import { coverage95 } from './dimension.js';

/** One kind of stock. Lengths in mm; diameters null where it is cut to size. */
export interface StockKind {
  readonly id: string;
  readonly name: string;
  readonly family:
    'coin' | 'washer' | 'shim-ring' | 'feeler-leaf' | 'sheet' | 'tape' | 'printed-layer' | 'own';
  readonly thickness: number;
  /** Standard uncertainty of one piece's thickness. */
  readonly uncertainty: number;
  readonly outerDiameter: number | null;
  readonly innerDiameter: number | null;
  /** Pieces at hand; absent: as many as wanted. */
  readonly available?: number;
  readonly source: string;
}

export interface ShimQuestion {
  /** Gap to fill and its standard uncertainty, mm. */
  readonly gap: number;
  readonly gapUncertainty: number;
  /** How far the stack may miss the gap, mm. */
  readonly tolerance: number;
  readonly stock: readonly StockKind[];
  /** Pieces on top of each other, 1 to 8. */
  readonly mostPieces: number;
  /** Stacks wanted back. */
  readonly wanted: number;
  /** Equal stacks needed: 1 for a ring, 3 for three points. */
  readonly copies: 1 | 3;
}

export interface ShimStack {
  readonly pieces: readonly { readonly stock: StockKind; readonly count: number }[];
  readonly count: number;
  readonly thickness: number;
  /** Thickness minus gap. */
  readonly error: number;
  /** Standard uncertainty of the error: the stack's and the gap's. */
  readonly uncertainty: number;
  readonly interval: readonly [number, number];
  readonly withinTolerance: boolean;
}

/**
 * The best stacks for a gap, exact: every multiset of up to `mostPieces` pieces is either looked at or shown to be worse
 * than those kept. Stacks within tolerance come first, of fewer pieces before more, then by the size of the error; the
 * others follow by error alone. Pieces of one kind share their deviation, so n of them have n times its uncertainty;
 * kinds add as root sum of squares.
 *
 * Method: for each count of pieces a depth-first walk over kinds by falling thickness, cut off where the pieces still to
 * come cannot reach closer than the worst stack kept; the last piece is found by bisection. Cost: about
 * C(kinds + pieces − 2, pieces − 1) steps at most, a few milliseconds for 40 kinds and 5 pieces.
 * Throws RangeError for a gap outside (0, 100] mm, a tolerance outside [0, 10] mm, other counts than said, or stock whose
 * thickness is not over 0.
 */
export function bestStacks(question: ShimQuestion): ShimStack[] {
  check(question);
  const kinds = question.stock
    .filter((kind) => limitOf(kind, question.copies) > 0)
    .sort((one, other) => other.thickness - one.thickness || one.uncertainty - other.uncertainty);
  const found: ShimStack[] = [];
  for (let count = 1; count <= question.mostPieces; count += 1)
    found.push(...bestOfCount(kinds, count, question));
  return found.sort(byWorth).slice(0, question.wanted);
}

function byWorth(one: ShimStack, other: ShimStack): number {
  if (one.withinTolerance !== other.withinTolerance) return one.withinTolerance ? -1 : 1;
  const count = one.withinTolerance ? one.count - other.count : 0;
  return (
    count ||
    Math.abs(one.error) - Math.abs(other.error) ||
    one.count - other.count ||
    one.uncertainty - other.uncertainty
  );
}

function bestOfCount(kinds: readonly StockKind[], count: number, question: ShimQuestion): ShimStack[] {
  const thickness = Float64Array.from(kinds, (kind) => kind.thickness);
  const limits = kinds.map((kind) => limitOf(kind, question.copies));
  const smallest = thickness.at(-1) ?? 0;
  const chosen = new Int32Array(count);
  const kept: { error: number; chosen: Int32Array }[] = [];
  let worst = Infinity;

  const keep = (error: number): void => {
    const size = Math.abs(error);
    if (kept.length === question.wanted && size >= worst) return;
    const place = kept.findIndex((stack) => Math.abs(stack.error) > size);
    kept.splice(place < 0 ? kept.length : place, 0, { error, chosen: Int32Array.from(chosen) });
    if (kept.length > question.wanted) kept.pop();
    if (kept.length === question.wanted) worst = Math.abs(kept.at(-1)!.error);
  };

  const walk = (depth: number, from: number, used: number, rest: number): void => {
    const left = count - depth;
    if (left === 1) {
      lastPiece(from, used, rest);
      return;
    }
    for (let index = from; index < kinds.length; index += 1) {
      const mostFromHere = thickness[index]! * left;
      // Kinds only get thinner from here: too little now is too little for all that follow.
      if (rest - mostFromHere > worst) return;
      // This kind alone overshoots with the thinnest pieces added; a thinner one may not.
      if (thickness[index]! + smallest * (left - 1) - rest > worst) continue;
      const usedOfThis = index === from ? used : 0;
      if (usedOfThis >= limits[index]!) continue;
      chosen[depth] = index;
      walk(depth + 1, index, usedOfThis + 1, rest - thickness[index]!);
    }
  };

  const lastPiece = (from: number, used: number, rest: number): void => {
    let low = from;
    let high = kinds.length;
    while (low < high) {
      const middle = (low + high) >> 1;
      if (thickness[middle]! > rest) low = middle + 1;
      else high = middle;
    }
    const take = (index: number): boolean => {
      const error = thickness[index]! - rest;
      if (kept.length === question.wanted && Math.abs(error) >= worst) return false;
      if ((index === from ? used : 0) < limits[index]!) {
        chosen[count - 1] = index;
        keep(error);
      }
      return true;
    };
    for (let index = low; index < kinds.length && take(index); index += 1);
    for (let index = low - 1; index >= from && take(index); index -= 1);
  };

  if (kinds.length > 0) walk(0, 0, 0, question.gap);
  return kept.map((stack) => describe(stack.chosen, kinds, question));
}

function describe(chosen: Int32Array, kinds: readonly StockKind[], question: ShimQuestion): ShimStack {
  const counts = new Map<number, number>();
  for (const index of chosen) counts.set(index, (counts.get(index) ?? 0) + 1);
  const pieces = [...counts].map(([index, count]) => ({ stock: kinds[index]!, count }));
  const thickness = pieces.reduce((total, piece) => total + piece.count * piece.stock.thickness, 0);
  const own = Math.hypot(...pieces.map((piece) => piece.count * piece.stock.uncertainty));
  const uncertainty = Math.hypot(own, question.gapUncertainty);
  const error = thickness - question.gap;
  return {
    pieces,
    count: chosen.length,
    thickness,
    error,
    uncertainty,
    interval: [error - coverage95 * uncertainty, error + coverage95 * uncertainty],
    // A gap and a tolerance typed as decimals must not fail by the last bit of their binary forms.
    withinTolerance: Math.abs(error) <= question.tolerance + 1e-9,
  };
}

function limitOf(kind: StockKind, copies: number): number {
  return kind.available === undefined ? Infinity : Math.floor(kind.available / copies);
}

function check(question: ShimQuestion): void {
  const { gap, tolerance, mostPieces, wanted, stock, gapUncertainty } = question;
  if (!(gap > 0 && gap <= 100)) throw new RangeError('The gap must lie over 0 and up to 100 mm.');
  if (!(tolerance >= 0 && tolerance <= 10)) throw new RangeError('The tolerance must lie from 0 to 10 mm.');
  if (!(gapUncertainty >= 0 && Number.isFinite(gapUncertainty)))
    throw new RangeError('The uncertainty of the gap must be zero or more.');
  if (!Number.isInteger(mostPieces) || mostPieces < 1 || mostPieces > 8)
    throw new RangeError('From 1 to 8 pieces can be stacked.');
  if (!Number.isInteger(wanted) || wanted < 1 || wanted > 100)
    throw new RangeError('From 1 to 100 stacks can be asked for.');
  if (stock.some((kind) => !(kind.thickness > 0 && Number.isFinite(kind.thickness))))
    throw new RangeError('Every piece of stock needs a thickness over 0 mm.');
}

export interface ThreePoints {
  /** Least distance of the stacks from the centre, mm. */
  readonly leastRadius: number;
  /** Root-mean-square tilt from the spread of the stacks' thickness at that radius, degrees. */
  readonly residualTilt: number;
}

/**
 * Where three equal stacks stand at 120° and how true they keep the axis: at least 0.6 of the bolt circle's radius from
 * the centre. A plane over three points at radius r whose heights scatter by u has slopes of variance 2u²/(3r²) along
 * both axes, hence a root-mean-square tilt of atan(2u / (√3 r)). Bolt circle diameter and u in mm, both > 0 and ≥ 0.
 */
export function threePoints(boltCircle: number, stackSpread: number): ThreePoints {
  if (!(boltCircle > 0) || !(stackSpread >= 0))
    throw new RangeError('The bolt circle must be over 0 mm and the spread zero or more.');
  const leastRadius = 0.6 * (boltCircle / 2);
  return {
    leastRadius,
    residualTilt: (Math.atan((2 * stackSpread) / (Math.sqrt(3) * leastRadius)) * 180) / Math.PI,
  };
}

◆ ◆ ◆

__Task objective__. What is needed is a word-for-word copy of the records above, from the first line through the line that contains "readonly outerDiameter: number | null;".

__Expected answer__.
import { coverage95 } from './dimension.js';

/** One kind of stock. Lengths in mm; diameters null where it is cut to size. */
export interface StockKind {
  readonly id: string;
  readonly name: string;
  readonly family:
    'coin' | 'washer' | 'shim-ring' | 'feeler-leaf' | 'sheet' | 'tape' | 'printed-layer' | 'own';
  readonly thickness: number;
  /** Standard uncertainty of one piece's thickness. */
  readonly uncertainty: number;
  readonly outerDiameter: number | null;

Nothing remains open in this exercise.